The Telos device (TD) has shown excellent intraobserver and interobserver reliability for posterior drawer (PD) stress radiography. However, it is technically difficult to use, time consuming and expensive. The kneeling view has been proposed as a more cost effective and accessible approach. However, it failed to show similar precision to the Telos device in small comparative studies. We hypothesized that this could be attributed to unreliable patient and cassette positioning.
Aims: Evaluation of the accuracy and reliability of a new self-designed kneeling system for posterior drawer radiographs compared to the TD in a large prospective study.
Between January 2015 and July 2019, all patients presenting at our clinic with unilateral PCL insufficiency were included. Before the initiation of the study, a kneeling system (KS) was designed to allow simple and reproducible patient and x-ray cassette positioning.
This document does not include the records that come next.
@cache
def demo_sheets() -> tuple[DemoSheet, ...]:
    """Every demo sheet, with what the demo does to it."""
    return (
        _level_sheet(
            0,
            stage="fitted",
            trace_mode="auto",
            digitizer="tech_a",
            workflow="approved",
            fits=(FitPlan("Reservoir level", "fourier", {"degree": 2, "period": 24}),),
        ),
        _level_sheet(
            1,
            stage="fitted",
            trace_mode="manual",
            digitizer="tech_b",
            workflow="returned",
            fits=(FitPlan("Reservoir level", "spline"),),
            manual_skip=(78.0, 86.0),
            review_comment=RETURN_COMMENT,
            comment_at=82.0,
            workflow_reason=RETURN_REASON,
        ),
        _level_sheet(2, digitizer="tech_a", workflow="open"),
        _pressure_sheet(
            0,
            stage="fitted",
            trace_mode="auto",
            digitizer="tech_b",
            workflow="submitted",
            fits=(
                FitPlan("Discharge pressure", "spline"),
                FitPlan("District pressure", "fourier", {"degree": 3, "period": 24}),
            ),
        ),
        _pressure_sheet(1, stage="calibrated", digitizer="tech_a", workflow="in_progress"),
        _pressure_sheet(2, digitizer="tech_b", workflow="withdrawn", assigned=False, workflow_reason=WITHDRAW_REASON),
        _decay_sheet(
            0,
            stage="fitted",
            trace_mode="auto",
            digitizer="tech_b",
            workflow="submitted",
            fits=(FitPlan("Vessel pressure", "exponential"),),
        ),
        _decay_sheet(1, stage="traced", trace_mode="auto", digitizer="tech_a", workflow="in_progress"),
    )


def demo_sheet_by_filename(filename: str) -> DemoSheet | None:
    """The demo sheet with this file name, if it is one."""
    for sheet in demo_sheets():
        if sheet.filename == filename:
            return sheet
    return None


def collection_of(key: str) -> DemoCollection:
    """The demo collection with this key."""
    for collection in COLLECTIONS:
        if collection.key == key:
            return collection
    raise KeyError(key)
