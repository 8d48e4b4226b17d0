"""Automatic registration of a cartesian chart from its printed grid.

:func:`detect_cartesian_grid` finds the spec's printed grid on a scan and proposes a calibration:

1. colour model: the sheet's paper colour and the spec's grid colour adapted to the scan
   (:mod:`~tracedesk.science.grid_likelihood`); coarse score maps of the near-vertical and the
   near-horizontal lines, on cells of ``block`` px (about 2000 cells across the longer side);
2. each family's angle (sharpest projection within +-4 degrees) and profiles
   (:mod:`~tracedesk.science.grid_lines`);
3. identification: the spec's lines matched to both families in every orientation, refusal of a sheet
   that is not the spec's chart (:mod:`~tracedesk.science.grid_identification`);
4. each line followed band by band, then up to 8 x 6 lines (frame and major lines first) measured to
   sub-pixel accuracy on full-resolution windows and intersected (:mod:`~tracedesk.science.grid_refinement`);
5. the intersections as control points of :func:`~tracedesk.science.calibration.build_calibration`
   (transform ``"auto"``), whose residuals and the evidence above give a confidence in [0, 1].

It refuses (:class:`~tracedesk.science.errors.ScienceInputError`, with the reason) rather than guess:
a blank page or a sheet without the grid colour, a grid whose lines do not fit the spec, a mirror-image
sheet, too few lines measured, or a confidence below :data:`MIN_CONFIDENCE`. A sheet turned by 90 or
180 degrees is registered as it lies, with ``orientation`` saying so.

JSON shape of :meth:`GridDetection.to_dict`::

    {"control_points": [{"pixel": [u, v], "value": [x, y]}, ...],
     "calibration": {"kind": "cartesian", "x_axis": ..., "y_axis": ..., "control_points": [...],
                     "transform": "auto"},                      (ready for build_calibration)
     "transform": "affine" | ..., "residuals": ResidualReport.to_dict(),
     "confidence": c, "confidence_factors": {"match": f, "lines": f, "residuals": f},
     "rotation_deg": r, "orientation": "upright" | "rotated 180" | "rotated 90 clockwise" |
     "rotated 90 counterclockwise", "orientation_certain": bool,
     "lines_measured": {"x": [n, of_n], "y": [n, of_n]}, "warnings": [text, ...]}

``rotation_deg`` is the mean angle (degrees, clockwise on the screen) of the printed lines against the
image axes, after the quarter turns named by ``orientation``.
"""

from __future__ import annotations

import math
from collections.abc import Callable
from dataclasses import dataclass
from typing import Any, Final

import numpy as np
from numpy.typing import NDArray

from tracedesk.science.calibration import build_calibration
from tracedesk.science.errors import ScienceInputError
from tracedesk.science.grid_identification import (
    AxisMatch,
    FamilyAnalysis,
    Identification,
    LineCourse,
    analyse_family,
    check_identification,
    follow_lines,
    identify_axes,
    match_bands,
)
from tracedesk.science.grid_likelihood import GridColourModel, family_score_maps, grid_colour_model_for
from tracedesk.science.grid_lines import map_points
from tracedesk.science.grid_refinement import PredictedLine, RefinedLine, intersect_lines, refine_line
from tracedesk.science.grid_spec import CartesianGridSpec
from tracedesk.science.registration import ResidualReport

FloatArray = NDArray[np.float64]
ByteArray = NDArray[np.uint8]
ProgressCallback = Callable[[float], None]

COARSE_CELLS: Final = 2000
MIN_IMAGE_PX: Final = 64
# Fewer strong grid cells than this fraction of a family map: no grid of that colour on the sheet.
MIN_INK_FRACTION: Final = 0.002
INK_SCORE: Final = 64
# At most this many lines per axis are measured; 8 x 6 intersections keep the calibration's
# leave-one-out model choice quick.
MAX_LINES_LONG: Final = 8
MAX_LINES_SHORT: Final = 6
MIN_LINES_MEASURED: Final = 2
MAX_STATIONS: Final = 48
MIN_CONFIDENCE: Final = 0.2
Bilateral kneeling stress radiographs were performed using both our KS and the TD to allow comparison of the amount of PD between the injured and uninjured knee. Six independent observers (4 residents and 2 faculty members) were involved. All radiographs were measured according to the landmarks described by Jacobsen and Staubli, by each of the investigators on 2 separate occasions, at a minimum of 2 weeks apart. The results were expressed as the side-to-side difference (SSD). Statistics included consistency-of-agreement Intraclass Correlation Coefficients (CA-ICC), absolute-agreement ICC (AA-ICC) between raters, as well as Lin's concordance correlation coefficient for the comparison of the two methods. The mean differential bias between the two-measurement methods was estimated according Bland and Altman.
2736 x-rays measures were performed on 57 patients. For SSD measure, CA-ICC was 0.87 [95% CI, 0.82- 0.91] with the TD, and 0.72 [95% CI, 0.63-0.80] with the KS. AA-ICC for the SSD was 0.86 [95% CI, 0.81-0.91] for the TD and 0.71 [95% CI, 0.62-0.79] for the KS. The KS and TD offered a concordance agreement for SSD measures of all observers at 0.80 [95% CI, 0.71-0.89]. The KS slightly underestimated the TD measurements for SSD with an average of 1.2mm [95% limits of agreement: -3.6, 6.1]. This variability of SSD measured with the KS increased with the magnitude of the instability. SSD measured with the KS can be recalibrated by computing: (TD SSD – 0.97)/0.72. No statistical significant difference could be observed between trial 1 and 2 measurements for SSD with KS for all observers.
This new KS for stress radiography in posterior knee instability demonstrates high interobserver and intraobserver reliability. Compared to the TD, it offers good concordance even if it slightly underestimates the SSD. This difference is not clinical relevant and can be adjusted with a simple correction formula. This KS might offers an easier and cost effective alternative to the TD.